§ **Exercise aim**
Using the data below, return every line that holds the word "ModelCommon".

§ **Saved data entries**
━━━━━━━━━━━━━━━━━━━━
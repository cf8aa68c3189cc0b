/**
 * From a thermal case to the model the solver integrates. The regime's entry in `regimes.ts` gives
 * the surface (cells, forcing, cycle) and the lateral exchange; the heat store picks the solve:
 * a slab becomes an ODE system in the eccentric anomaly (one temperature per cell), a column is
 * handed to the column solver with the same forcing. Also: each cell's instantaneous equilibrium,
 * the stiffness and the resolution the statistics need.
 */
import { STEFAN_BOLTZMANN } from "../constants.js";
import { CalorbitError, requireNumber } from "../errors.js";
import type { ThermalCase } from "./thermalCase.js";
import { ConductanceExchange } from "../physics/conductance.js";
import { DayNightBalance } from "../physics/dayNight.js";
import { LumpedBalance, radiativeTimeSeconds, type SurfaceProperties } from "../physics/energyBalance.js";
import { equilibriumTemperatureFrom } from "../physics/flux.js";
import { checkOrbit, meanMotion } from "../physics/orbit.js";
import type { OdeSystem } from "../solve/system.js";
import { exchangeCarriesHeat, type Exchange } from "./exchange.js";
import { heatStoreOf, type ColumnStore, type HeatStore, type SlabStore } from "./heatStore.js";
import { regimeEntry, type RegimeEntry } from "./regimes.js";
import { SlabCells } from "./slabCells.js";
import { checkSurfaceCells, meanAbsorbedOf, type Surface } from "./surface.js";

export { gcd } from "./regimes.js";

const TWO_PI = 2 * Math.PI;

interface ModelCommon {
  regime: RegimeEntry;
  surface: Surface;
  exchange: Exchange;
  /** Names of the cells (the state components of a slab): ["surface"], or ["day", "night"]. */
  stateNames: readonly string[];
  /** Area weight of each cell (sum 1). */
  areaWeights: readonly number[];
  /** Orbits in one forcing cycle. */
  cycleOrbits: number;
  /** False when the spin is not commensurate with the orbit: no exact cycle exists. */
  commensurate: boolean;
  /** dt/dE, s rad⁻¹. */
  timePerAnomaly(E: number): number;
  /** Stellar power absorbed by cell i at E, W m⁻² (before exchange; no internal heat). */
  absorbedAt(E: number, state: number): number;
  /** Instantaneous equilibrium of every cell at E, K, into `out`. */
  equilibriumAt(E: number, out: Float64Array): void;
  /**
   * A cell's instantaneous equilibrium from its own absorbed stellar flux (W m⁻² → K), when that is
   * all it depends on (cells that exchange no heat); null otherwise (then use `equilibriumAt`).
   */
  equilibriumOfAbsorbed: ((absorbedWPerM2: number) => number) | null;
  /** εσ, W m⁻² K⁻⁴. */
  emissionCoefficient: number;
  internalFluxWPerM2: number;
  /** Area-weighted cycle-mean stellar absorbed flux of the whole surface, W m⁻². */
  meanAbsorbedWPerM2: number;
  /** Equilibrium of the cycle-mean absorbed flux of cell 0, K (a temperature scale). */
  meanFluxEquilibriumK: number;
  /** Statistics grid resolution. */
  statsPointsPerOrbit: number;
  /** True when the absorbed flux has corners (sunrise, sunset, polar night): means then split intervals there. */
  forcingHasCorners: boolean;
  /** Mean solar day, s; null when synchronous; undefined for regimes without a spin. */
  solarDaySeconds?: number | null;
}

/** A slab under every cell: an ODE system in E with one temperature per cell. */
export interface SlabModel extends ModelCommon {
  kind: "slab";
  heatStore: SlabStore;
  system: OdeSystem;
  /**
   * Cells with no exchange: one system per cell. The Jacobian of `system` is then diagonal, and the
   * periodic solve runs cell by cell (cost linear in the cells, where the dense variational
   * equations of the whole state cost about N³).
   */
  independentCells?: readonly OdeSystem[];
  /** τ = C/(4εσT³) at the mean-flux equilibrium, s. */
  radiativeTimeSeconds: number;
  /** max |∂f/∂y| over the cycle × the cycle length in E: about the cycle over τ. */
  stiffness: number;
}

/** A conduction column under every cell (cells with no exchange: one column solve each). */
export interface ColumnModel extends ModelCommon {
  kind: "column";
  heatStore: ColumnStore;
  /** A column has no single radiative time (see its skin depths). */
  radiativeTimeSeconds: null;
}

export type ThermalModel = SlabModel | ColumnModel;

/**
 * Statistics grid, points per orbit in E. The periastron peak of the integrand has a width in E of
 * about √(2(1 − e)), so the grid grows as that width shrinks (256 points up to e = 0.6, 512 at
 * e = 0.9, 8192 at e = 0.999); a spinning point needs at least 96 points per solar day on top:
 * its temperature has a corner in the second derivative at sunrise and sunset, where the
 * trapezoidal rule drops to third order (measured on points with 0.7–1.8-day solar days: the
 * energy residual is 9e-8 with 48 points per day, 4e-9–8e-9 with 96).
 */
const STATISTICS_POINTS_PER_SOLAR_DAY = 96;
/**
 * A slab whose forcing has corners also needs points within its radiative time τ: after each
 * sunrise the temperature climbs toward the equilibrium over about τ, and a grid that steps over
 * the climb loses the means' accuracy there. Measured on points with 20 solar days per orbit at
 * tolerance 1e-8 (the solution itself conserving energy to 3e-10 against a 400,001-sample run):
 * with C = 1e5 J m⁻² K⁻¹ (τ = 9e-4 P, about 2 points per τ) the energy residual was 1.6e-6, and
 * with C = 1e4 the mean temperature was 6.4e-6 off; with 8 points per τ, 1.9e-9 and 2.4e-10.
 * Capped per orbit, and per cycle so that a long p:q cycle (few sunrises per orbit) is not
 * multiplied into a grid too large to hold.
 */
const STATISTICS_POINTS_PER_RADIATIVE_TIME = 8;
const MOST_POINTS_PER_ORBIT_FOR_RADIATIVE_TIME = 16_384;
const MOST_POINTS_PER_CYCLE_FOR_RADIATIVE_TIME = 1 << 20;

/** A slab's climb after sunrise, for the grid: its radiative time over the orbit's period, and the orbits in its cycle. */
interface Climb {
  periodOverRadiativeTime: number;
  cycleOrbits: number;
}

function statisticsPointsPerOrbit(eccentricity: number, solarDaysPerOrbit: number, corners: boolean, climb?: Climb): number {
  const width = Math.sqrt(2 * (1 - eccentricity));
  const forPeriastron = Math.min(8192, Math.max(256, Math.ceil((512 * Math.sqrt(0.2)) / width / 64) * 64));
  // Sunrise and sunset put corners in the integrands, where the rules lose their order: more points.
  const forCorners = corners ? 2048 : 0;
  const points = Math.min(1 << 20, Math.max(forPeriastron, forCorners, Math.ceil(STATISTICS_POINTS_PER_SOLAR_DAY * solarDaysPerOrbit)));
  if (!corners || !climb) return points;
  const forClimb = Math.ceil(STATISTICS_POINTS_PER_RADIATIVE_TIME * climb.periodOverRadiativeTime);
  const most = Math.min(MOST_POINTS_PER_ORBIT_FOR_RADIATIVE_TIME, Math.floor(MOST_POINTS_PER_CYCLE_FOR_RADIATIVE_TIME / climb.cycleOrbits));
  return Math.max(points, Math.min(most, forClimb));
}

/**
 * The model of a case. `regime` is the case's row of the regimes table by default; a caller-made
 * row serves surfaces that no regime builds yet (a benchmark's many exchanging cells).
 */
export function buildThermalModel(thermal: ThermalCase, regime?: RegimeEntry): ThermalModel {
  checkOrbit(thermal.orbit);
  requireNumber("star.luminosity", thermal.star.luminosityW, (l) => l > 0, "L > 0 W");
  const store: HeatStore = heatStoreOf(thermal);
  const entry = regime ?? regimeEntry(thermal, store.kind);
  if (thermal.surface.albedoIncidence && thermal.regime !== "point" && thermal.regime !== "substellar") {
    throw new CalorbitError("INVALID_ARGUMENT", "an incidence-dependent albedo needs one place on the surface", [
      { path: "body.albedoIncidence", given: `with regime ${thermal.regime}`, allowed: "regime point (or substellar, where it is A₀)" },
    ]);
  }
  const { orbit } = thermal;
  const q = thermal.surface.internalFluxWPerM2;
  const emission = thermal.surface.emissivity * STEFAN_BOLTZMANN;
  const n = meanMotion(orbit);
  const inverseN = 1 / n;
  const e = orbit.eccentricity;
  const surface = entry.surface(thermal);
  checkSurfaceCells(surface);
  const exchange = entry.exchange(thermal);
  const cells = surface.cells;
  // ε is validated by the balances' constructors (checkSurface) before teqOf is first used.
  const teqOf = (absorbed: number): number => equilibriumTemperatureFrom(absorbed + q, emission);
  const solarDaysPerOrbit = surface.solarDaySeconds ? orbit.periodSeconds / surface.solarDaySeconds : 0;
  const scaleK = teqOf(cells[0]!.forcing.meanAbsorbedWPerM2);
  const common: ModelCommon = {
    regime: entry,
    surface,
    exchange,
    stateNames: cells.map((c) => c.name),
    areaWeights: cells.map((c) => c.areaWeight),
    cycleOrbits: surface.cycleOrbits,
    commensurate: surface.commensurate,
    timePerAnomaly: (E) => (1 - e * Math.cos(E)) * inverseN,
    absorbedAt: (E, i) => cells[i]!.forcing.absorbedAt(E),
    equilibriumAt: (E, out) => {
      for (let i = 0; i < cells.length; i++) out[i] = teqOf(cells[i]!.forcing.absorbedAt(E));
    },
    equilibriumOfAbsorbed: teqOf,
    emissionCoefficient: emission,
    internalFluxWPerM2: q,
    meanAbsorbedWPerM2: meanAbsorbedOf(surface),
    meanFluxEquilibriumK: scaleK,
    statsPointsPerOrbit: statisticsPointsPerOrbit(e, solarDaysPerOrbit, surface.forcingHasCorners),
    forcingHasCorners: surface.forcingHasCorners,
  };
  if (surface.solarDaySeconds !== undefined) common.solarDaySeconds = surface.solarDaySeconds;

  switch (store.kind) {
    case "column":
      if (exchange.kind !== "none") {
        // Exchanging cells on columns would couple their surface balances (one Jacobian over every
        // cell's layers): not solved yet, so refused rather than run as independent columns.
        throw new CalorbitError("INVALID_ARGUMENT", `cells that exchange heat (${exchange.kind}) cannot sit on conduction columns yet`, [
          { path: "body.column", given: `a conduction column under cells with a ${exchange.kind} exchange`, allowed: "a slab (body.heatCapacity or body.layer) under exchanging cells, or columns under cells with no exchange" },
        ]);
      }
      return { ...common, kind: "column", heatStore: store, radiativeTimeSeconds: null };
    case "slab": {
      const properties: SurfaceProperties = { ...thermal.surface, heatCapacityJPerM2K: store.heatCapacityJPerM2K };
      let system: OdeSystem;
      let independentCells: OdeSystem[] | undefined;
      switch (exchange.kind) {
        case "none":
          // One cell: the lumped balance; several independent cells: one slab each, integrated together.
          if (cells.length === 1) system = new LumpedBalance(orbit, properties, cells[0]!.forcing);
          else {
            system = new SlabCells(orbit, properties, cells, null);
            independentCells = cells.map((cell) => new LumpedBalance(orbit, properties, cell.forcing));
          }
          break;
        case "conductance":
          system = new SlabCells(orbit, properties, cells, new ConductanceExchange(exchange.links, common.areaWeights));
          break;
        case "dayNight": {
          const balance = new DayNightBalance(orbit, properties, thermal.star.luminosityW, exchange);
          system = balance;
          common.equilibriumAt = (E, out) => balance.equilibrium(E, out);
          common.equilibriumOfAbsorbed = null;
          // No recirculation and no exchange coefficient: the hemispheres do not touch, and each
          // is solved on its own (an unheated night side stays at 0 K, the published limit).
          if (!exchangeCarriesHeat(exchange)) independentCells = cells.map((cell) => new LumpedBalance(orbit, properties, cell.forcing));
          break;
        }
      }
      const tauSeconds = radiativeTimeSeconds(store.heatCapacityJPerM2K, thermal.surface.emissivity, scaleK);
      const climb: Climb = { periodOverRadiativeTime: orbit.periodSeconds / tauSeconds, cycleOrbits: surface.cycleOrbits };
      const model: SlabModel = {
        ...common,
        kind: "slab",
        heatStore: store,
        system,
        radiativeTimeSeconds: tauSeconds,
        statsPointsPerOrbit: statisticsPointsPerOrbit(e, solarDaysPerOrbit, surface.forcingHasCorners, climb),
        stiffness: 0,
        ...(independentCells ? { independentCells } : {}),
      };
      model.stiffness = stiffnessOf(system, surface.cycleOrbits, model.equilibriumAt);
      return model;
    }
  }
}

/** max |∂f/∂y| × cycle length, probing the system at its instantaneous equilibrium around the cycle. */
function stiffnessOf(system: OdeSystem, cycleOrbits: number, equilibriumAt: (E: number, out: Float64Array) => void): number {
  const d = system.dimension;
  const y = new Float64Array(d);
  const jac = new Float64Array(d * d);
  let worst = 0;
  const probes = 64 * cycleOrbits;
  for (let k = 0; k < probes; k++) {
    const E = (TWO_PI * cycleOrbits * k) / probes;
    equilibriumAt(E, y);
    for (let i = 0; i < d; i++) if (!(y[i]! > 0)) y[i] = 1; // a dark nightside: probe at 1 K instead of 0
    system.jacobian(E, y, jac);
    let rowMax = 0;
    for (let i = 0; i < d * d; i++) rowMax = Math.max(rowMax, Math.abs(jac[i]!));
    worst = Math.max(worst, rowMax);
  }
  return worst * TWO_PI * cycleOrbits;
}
━━━━━━━━━━━━━━━━━━━━
§ **Result**
interface ModelCommon {
export interface SlabModel extends ModelCommon {
export interface ColumnModel extends ModelCommon {
  const common: ModelCommon = {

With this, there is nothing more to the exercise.